How can mass cytometry (CyTOF) be used with HERK1 antibodies for multi-parameter analysis?

To implement HERK1 antibodies in mass cytometry (CyTOF) studies:

• Metal conjugation: Conjugate purified HERK1 antibodies with rare earth metals (e.g., lanthanides) using commercial conjugation kits. Different isotopes can be used for antibodies targeting total HERK1 versus phosphorylated forms.

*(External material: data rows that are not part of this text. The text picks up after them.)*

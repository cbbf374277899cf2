"""Byte-identical guard for refactors: hash what `swapper swap` writes on fixed inputs.

    python benchmarks/layout_guard.py > before.json      # on the old code
    python benchmarks/layout_guard.py > after.json       # on the new code
    python benchmarks/layout_guard.py --compare before.json after.json

For every demo model x {default surrogates, --to relu, --to relu --refit-consumers}
and the synthetic scale model (default, relu), it runs the CLI's swap with a
calibration and a validation set and records the sha256 of the swapped model
and of report.json with the fields that change from run to run removed
(creation time, timings, latency, absolute paths). A pure move of code must
leave every hash unchanged.
"""
from __future__ import annotations

import argparse
import hashlib
import json
import subprocess
import sys
import tempfile
from pathlib import Path

ROOT = Path(__file__).resolve().parent.parent
DEMO = ROOT / "demo_models"
RUNS = {"default": [], "relu": ["--to", "relu"], "relu_refit": ["--to", "relu", "--refit-consumers"]}
VOLATILE = {"created_utc", "timings_s", "latency", "tool", "path", "refit_s"}


def _strip(value):
    """``value`` without the keys that change between identical runs."""
    if isinstance(value, dict):
        return {k: _strip(v) for k, v in value.items() if k not in VOLATILE}
    if isinstance(value, list):
        return [_strip(v) for v in value]
    return value


def _sha(data: bytes) -> str:
    return hashlib.sha256(data).hexdigest()


def _scale_inputs(work: Path) -> tuple[Path, Path, Path]:
    """The synthetic scale model and its data, written as files the CLI reads."""
    import numpy as np
    import onnx

    try:  # the module's home before and after the layout move
        from swapper.bench.scale_model import build_scale_model, scale_data
    except ImportError:
        from swapper.bench.scale_model import build_scale_model, scale_data
    model = build_scale_model()
    path = work / "scale.onnx"
    onnx.save(model, path)
    calib, val = scale_data(64, seed=1), scale_data(64, seed=2)
    np.savez(work / "scale_calib.npz", **calib.arrays)
    np.savez(work / "scale_val.npz", **val.arrays)
    return path, work / "scale_calib.npz", work / "scale_val.npz"


def run(work: Path) -> dict:
    cases = [(m, DEMO / "calib.npz", DEMO / "val.npz", name, extra)
             for m in sorted(DEMO.glob("meter_*.onnx")) for name, extra in RUNS.items()]
    scale, s_calib, s_val = _scale_inputs(work)
    cases += [(scale, s_calib, s_val, name, RUNS[name]) for name in ("default", "relu")]
    out = {}
    for model, calib, val, name, extra in cases:
        key = f"{model.stem}/{name}"
        dest = work / f"{model.stem}-{name}.onnx"
        report = work / f"{model.stem}-{name}-report"
        cmd = [sys.executable, "-c", "from swapper.cli.app import app; app()", "swap", str(model), "-o", str(dest), "--calib", str(calib),
               "--val", str(val), "--budget", "100", "--report", str(report), *extra]
        proc = subprocess.run(cmd, capture_output=True, text=True, cwd=work)
        if proc.returncode not in (0, 1):
            raise SystemExit(f"{key}: exit {proc.returncode}\n{proc.stderr}")
        payload = json.loads((report / "report.json").read_text())
        out[key] = {
            "model": _sha(dest.read_bytes()) if dest.exists() else None,
            "report": _sha(json.dumps(_strip(payload), sort_keys=True).encode()),
        }
        print(f"{key}: {out[key]['model']} {out[key]['report']}", file=sys.stderr)
    return out


def compare(a: Path, b: Path) -> int:
    before, after = json.loads(a.read_text()), json.loads(b.read_text())
    bad = 0
    for key in sorted(set(before) | set(after)):
        x, y = before.get(key), after.get(key)
        for part in ("model", "report"):
            same = x is not None and y is not None and x[part] == y[part]
            print(f"{'same' if same else 'DIFF'}  {key:45s} {part}")
            bad += not same
    print(f"{bad} difference(s)")
    return 1 if bad else 0


def main() -> int:
    ap = argparse.ArgumentParser(description=__doc__.splitlines()[0])
    ap.add_argument("--compare", nargs=2, type=Path, metavar=("BEFORE", "AFTER"))
    args = ap.parse_args()
    if args.compare:
        return compare(*args.compare)
    with tempfile.TemporaryDirectory() as tmp:
        print(json.dumps(run(Path(tmp)), indent=1, sort_keys=True))
    return 0


if __name__ == "__main__":
    raise SystemExit(main())
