import numpy as np
import onnx
import pytest
from hypothesis import given, settings
from hypothesis import strategies as st
from onnx import TensorProto, helper, numpy_helper
from onnx.reference import ReferenceEvaluator
from testkit import OPSET, conv_tanh, float_model, in_memory, init, run

import swapper.calibrate.bias_correction as bias_correction
import swapper.calibrate.loop as cal
from swapper.core.graph import GraphIndex
from swapper.core.slices import SliceRunner, row_spans
from swapper.core.tensor_cache import TensorCache
from swapper.plan.plan import make_plan
from swapper.rewrite.apply import rewrite
from swapper.scan.sites import Site, find_sites

C = 4  # channels of the Tanh site of testkit.conv_tanh


# ------------------------------------------------------------------ models
def _gemm_tanh_gemm(beta: float = 1.0, shared: bool = False, seed: int = 0) -> onnx.ModelProto:
    """x -> Gemm(W1, b1) -> Tanh -> Gemm(W2, b2, beta) -> y; with ``shared``, b2 also biases z = Gemm(x, W3, b2)."""
    rng = np.random.default_rng(seed)
    inits = [init("W1", rng.normal(size=(4, 6))), init("b1", rng.normal(size=6)),
             init("W2", rng.normal(size=(6, 3))), init("b2", rng.normal(size=3))]
    nodes = [helper.make_node("Gemm", ["x", "W1", "b1"], ["h"], name="g1"),
             helper.make_node("Tanh", ["h"], ["t"], name="tanh"),
             helper.make_node("Gemm", ["t", "W2", "b2"], ["y"], name="g2", beta=beta)]
    outputs = [("y", ["N", 3])]
    if shared:
        inits.append(init("W3", rng.normal(size=(4, 3))))
        nodes.append(helper.make_node("Gemm", ["x", "W3", "b2"], ["z"], name="g3"))
        outputs.append(("z", ["N", 3]))
    return float_model(nodes, [("x", ["N", 4])], outputs, inits, ir_version=None)


def _conv_pool_conv(pool: str, seed: int = 0) -> onnx.ModelProto:
    """x[N,2,8,8] -> Conv(W1, b1) -> Tanh -> {Average,Max}Pool 2x2 -> Conv(W2, b2, pads 1) -> y."""
    rng = np.random.default_rng(seed)
    inits = [init("W1", rng.normal(size=(4, 2, 3, 3))), init("b1", rng.normal(size=4)),
             init("W2", rng.normal(size=(3, 4, 3, 3))), init("b2", rng.normal(size=3))]
    nodes = [helper.make_node("Conv", ["x", "W1", "b1"], ["h"], name="c1", kernel_shape=[3, 3], pads=[1, 1, 1, 1]),
             helper.make_node("Tanh", ["h"], ["t"], name="tanh"),
             helper.make_node(pool, ["t"], ["p"], name="pool", kernel_shape=[2, 2], strides=[2, 2]),
             helper.make_node("Conv", ["p", "W2", "b2"], ["y"], name="c2", kernel_shape=[3, 3], pads=[1, 1, 1, 1])]
    return float_model(nodes, [("x", ["N", 2, 8, 8])], [("y", ["N", 3, 4, 4])], inits, ir_version=None)


def _conv2(src, pads=0):
    """``src`` -> Conv "c2" (3x3, 3 output channels, weights W2/B2) -> Y: a consumer that reads the site through
    whatever ``src`` comes from."""
    rng = np.random.default_rng(1)
    return ([helper.make_node("Conv", [src, "W2", "B2"], ["Y"], name="c2", pads=[pads] * 4)],
            [init("W2", rng.normal(size=(3, C, 3, 3)) * 0.4), init("B2", rng.normal(size=3) * 0.1)])


def _gap_flatten_gemm():
    """y -> GlobalAveragePool -> Flatten -> Gemm "fc" -> Y."""
    rng = np.random.default_rng(2)
    nodes = [helper.make_node("GlobalAveragePool", ["y"], ["g"], name="gap"),
             helper.make_node("Flatten", ["g"], ["f"], name="flat", axis=1),
             helper.make_node("Gemm", ["f", "Wg", "Bg"], ["Y"], name="fc", transB=1)]
    return nodes, [init("Wg", rng.normal(size=(5, C))), init("Bg", rng.normal(size=5))], ["Y"], ()


def _gmp_reshape_matmul():
    """y -> GlobalMaxPool -> Reshape [-1, C] -> MatMul "mm" + Add -> Y."""
    rng = np.random.default_rng(3)
    nodes = [helper.make_node("GlobalMaxPool", ["y"], ["g"], name="gmp"),
             helper.make_node("Reshape", ["g", "shape"], ["r"], name="reshape"),
             helper.make_node("MatMul", ["r", "Wm"], ["mm"], name="mm"),
             helper.make_node("Add", ["mm", "Bm"], ["Y"], name="bias")]
    inits = [init("shape", [-1, C], np.int64), init("Wm", rng.normal(size=(C, 5))),
             init("Bm", rng.normal(size=5))]
    return nodes, inits, ["Y"], ()


def _gate():
    """y -> Mul(y, S) "gate" (S a graph input [N, C, 1, 1]) -> Conv "c2" (pads 0) -> Y."""
    nodes, inits = _conv2("m")
    return ([helper.make_node("Mul", ["y", "S"], ["m"], name="gate")] + nodes, inits, ["Y"],
            (("S", ["N", C, 1, 1]),))


POOLS = {"maxpool": dict(op_type="MaxPool", kernel_shape=[2, 2], strides=[2, 2]),
         "avgpool": dict(op_type="AveragePool", kernel_shape=[3, 3], pads=[1] * 4, count_include_pad=1)}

• Panel design: Design comprehensive panels including:

  • HERK1 and related family members like ANJ

  • Potential interaction partners

  • Phosphorylation-specific markers

  • Cell type and cell state markers

  • Subcellular markers to track localization

• Sample preparation considerations:

  • Optimize fixation and permeabilization for simultaneous detection of surface and intracellular proteins

  • Include cell barcoding to minimize batch effects

  • Prepare single-stained controls for each metal-conjugated antibody

• Data analysis approaches:

  • Apply dimension reduction techniques (tSNE, UMAP) to visualize complex relationships

  • Use clustering algorithms to identify cell populations with distinct HERK1 expression or activation patterns

  • Implement trajectory analysis to map HERK1 activity changes during developmental or signaling processes

This approach allows simultaneous examination of HERK1 expression, activation state, and dozens of other parameters at single-cell resolution.